> **Exercise details**:
If a line in the data holds "there", copy that line out in full.

> **Dataset extract**:
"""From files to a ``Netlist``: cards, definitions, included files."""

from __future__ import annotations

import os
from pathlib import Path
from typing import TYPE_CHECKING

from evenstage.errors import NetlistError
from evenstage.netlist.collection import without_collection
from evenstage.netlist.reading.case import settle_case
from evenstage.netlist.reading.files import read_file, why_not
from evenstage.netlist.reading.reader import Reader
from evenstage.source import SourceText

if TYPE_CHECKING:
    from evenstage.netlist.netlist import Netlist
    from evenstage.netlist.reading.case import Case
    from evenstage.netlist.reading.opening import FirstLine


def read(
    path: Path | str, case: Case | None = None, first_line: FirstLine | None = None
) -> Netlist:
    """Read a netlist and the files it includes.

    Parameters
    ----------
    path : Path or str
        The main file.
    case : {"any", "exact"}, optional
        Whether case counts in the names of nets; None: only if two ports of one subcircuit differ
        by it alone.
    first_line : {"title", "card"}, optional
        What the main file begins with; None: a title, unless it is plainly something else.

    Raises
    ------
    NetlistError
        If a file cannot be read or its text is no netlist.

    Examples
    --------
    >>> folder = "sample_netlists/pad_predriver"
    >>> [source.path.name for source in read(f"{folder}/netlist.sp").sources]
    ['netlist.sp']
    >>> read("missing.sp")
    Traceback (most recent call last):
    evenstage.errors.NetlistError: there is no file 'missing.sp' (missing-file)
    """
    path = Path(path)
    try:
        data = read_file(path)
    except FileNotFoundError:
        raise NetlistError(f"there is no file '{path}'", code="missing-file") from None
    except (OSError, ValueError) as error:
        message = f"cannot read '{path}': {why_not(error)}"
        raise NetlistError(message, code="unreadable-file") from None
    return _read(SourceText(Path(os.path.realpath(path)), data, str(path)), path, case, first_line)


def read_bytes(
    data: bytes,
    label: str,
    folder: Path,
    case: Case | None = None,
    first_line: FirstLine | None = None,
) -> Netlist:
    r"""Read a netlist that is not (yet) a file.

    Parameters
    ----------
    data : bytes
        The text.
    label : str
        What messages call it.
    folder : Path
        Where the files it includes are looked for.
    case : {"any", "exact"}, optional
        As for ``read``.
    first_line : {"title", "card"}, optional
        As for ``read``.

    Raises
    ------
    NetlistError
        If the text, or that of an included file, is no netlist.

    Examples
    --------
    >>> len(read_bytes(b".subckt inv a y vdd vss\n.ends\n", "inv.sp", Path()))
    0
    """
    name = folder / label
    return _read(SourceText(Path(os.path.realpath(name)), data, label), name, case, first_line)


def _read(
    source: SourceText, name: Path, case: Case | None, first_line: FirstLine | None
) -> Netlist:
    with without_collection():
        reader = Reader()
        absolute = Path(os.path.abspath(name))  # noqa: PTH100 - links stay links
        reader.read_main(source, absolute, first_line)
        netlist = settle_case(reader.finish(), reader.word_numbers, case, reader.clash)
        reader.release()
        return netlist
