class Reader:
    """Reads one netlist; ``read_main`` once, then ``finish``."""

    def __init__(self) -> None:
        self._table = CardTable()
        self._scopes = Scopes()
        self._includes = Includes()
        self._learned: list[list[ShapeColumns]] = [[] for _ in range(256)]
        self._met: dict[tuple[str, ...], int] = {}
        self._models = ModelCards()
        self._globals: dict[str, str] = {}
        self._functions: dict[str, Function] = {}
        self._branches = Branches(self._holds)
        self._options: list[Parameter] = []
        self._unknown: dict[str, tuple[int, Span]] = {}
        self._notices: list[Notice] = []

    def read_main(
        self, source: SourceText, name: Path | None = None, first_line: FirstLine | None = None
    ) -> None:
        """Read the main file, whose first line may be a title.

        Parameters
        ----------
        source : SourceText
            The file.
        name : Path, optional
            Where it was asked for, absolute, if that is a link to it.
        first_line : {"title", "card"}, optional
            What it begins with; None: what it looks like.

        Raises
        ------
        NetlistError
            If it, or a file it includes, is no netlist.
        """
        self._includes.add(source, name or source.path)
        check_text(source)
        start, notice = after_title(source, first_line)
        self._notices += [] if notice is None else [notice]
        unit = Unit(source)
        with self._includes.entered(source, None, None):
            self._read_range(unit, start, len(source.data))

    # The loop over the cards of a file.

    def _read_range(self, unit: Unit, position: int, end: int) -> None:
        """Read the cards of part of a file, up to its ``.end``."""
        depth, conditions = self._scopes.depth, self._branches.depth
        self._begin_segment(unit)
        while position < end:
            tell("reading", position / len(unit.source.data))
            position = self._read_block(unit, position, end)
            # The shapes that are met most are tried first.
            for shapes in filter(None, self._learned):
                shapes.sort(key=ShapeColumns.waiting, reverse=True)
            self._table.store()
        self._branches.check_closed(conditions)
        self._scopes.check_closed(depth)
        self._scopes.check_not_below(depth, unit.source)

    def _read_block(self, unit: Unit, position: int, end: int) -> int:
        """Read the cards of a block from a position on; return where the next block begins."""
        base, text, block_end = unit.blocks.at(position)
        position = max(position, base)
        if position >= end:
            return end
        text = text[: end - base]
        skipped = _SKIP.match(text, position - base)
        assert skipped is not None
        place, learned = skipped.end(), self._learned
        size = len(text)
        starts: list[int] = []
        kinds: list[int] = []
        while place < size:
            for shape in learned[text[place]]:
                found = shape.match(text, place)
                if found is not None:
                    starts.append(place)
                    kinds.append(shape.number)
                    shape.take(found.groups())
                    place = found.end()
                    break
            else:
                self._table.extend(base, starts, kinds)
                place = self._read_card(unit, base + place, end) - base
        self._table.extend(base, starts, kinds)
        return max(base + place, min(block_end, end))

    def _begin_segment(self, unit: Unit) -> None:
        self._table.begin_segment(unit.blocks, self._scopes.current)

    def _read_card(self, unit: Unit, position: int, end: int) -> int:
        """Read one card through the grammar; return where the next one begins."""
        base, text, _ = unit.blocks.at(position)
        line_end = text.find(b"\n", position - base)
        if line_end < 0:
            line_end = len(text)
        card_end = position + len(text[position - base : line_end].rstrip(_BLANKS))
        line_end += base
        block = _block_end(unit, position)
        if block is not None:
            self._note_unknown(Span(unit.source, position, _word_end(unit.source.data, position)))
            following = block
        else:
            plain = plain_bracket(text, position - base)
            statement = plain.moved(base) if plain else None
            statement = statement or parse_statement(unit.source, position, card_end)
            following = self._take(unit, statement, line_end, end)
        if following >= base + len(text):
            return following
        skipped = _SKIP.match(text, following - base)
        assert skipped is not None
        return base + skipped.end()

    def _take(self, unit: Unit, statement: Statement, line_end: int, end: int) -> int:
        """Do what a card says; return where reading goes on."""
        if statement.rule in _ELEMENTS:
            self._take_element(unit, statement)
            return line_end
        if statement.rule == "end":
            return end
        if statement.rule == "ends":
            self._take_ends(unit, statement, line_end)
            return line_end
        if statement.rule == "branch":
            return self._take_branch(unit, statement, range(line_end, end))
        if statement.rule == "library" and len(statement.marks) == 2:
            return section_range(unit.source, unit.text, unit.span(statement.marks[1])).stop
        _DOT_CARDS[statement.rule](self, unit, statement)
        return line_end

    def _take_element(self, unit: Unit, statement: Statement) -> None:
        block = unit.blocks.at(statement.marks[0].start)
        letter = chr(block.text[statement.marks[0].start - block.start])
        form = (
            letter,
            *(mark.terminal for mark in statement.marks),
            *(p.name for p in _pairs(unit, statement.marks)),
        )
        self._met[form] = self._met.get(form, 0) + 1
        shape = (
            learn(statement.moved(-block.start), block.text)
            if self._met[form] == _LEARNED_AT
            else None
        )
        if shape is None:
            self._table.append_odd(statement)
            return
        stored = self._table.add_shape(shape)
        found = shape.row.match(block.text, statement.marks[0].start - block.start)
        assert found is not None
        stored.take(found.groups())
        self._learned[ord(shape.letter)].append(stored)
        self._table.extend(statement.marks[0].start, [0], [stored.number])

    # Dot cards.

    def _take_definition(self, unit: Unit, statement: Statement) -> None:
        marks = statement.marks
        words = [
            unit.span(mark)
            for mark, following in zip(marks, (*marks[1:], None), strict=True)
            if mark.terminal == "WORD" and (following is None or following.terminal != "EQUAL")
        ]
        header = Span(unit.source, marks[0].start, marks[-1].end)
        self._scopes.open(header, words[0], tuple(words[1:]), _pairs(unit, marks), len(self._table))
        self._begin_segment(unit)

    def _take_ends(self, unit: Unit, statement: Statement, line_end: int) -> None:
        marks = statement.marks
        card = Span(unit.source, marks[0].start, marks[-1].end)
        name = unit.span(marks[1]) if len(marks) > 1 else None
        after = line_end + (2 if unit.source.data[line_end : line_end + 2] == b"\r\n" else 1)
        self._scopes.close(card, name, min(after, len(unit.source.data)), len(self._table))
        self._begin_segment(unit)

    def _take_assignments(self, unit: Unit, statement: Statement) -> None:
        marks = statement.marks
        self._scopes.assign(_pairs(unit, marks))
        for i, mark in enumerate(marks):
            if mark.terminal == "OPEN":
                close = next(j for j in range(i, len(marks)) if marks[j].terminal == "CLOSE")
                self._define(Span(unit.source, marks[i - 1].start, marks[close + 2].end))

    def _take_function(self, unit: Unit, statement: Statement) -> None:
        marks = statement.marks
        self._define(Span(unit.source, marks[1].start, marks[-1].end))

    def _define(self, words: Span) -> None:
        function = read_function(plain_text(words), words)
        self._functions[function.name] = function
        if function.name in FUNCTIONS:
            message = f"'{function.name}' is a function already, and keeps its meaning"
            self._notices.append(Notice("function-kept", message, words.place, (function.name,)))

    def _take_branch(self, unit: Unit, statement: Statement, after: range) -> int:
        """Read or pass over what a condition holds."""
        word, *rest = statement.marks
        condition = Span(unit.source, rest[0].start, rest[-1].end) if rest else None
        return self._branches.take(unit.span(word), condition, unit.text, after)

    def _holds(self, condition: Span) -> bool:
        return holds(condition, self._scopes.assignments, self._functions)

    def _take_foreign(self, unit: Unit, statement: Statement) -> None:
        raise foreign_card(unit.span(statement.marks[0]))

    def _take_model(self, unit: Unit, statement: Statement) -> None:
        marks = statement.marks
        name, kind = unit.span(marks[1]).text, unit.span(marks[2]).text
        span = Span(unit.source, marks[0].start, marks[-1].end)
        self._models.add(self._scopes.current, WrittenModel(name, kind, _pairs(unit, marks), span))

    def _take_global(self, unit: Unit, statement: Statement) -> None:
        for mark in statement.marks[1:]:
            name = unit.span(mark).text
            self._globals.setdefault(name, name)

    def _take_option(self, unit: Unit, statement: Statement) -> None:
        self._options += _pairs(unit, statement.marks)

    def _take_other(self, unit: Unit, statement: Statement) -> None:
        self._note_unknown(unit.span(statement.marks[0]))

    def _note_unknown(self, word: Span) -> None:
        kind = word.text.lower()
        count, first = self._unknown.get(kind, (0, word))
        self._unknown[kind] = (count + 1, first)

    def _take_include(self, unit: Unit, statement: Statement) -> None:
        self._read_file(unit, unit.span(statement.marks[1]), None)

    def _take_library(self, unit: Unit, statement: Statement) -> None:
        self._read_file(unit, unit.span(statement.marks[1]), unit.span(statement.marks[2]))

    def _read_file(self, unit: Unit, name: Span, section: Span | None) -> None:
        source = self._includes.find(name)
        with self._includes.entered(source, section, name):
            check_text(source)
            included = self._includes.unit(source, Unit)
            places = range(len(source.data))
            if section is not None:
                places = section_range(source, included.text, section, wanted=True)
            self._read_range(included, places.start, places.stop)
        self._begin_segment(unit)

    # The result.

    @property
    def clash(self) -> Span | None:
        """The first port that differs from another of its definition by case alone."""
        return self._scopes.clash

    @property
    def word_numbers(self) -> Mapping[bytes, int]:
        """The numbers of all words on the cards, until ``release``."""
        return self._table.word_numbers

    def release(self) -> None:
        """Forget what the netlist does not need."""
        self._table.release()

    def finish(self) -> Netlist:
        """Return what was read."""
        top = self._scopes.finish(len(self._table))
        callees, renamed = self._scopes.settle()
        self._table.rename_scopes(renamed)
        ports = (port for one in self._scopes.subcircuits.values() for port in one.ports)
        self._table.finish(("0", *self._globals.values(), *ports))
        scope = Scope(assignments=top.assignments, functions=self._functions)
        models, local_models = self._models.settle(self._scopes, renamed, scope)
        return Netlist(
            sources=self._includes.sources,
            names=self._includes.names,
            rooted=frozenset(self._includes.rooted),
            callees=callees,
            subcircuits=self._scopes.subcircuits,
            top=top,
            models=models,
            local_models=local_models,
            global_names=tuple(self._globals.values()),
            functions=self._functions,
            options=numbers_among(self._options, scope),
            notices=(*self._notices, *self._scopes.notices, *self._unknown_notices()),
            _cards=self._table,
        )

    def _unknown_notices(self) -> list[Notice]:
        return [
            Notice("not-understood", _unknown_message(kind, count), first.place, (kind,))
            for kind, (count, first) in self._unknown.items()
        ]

> **Output for this exercise**:
    evenstage.errors.NetlistError: there is no file 'missing.sp' (missing-file)
        raise NetlistError(f"there is no file '{path}'", code="missing-file") from None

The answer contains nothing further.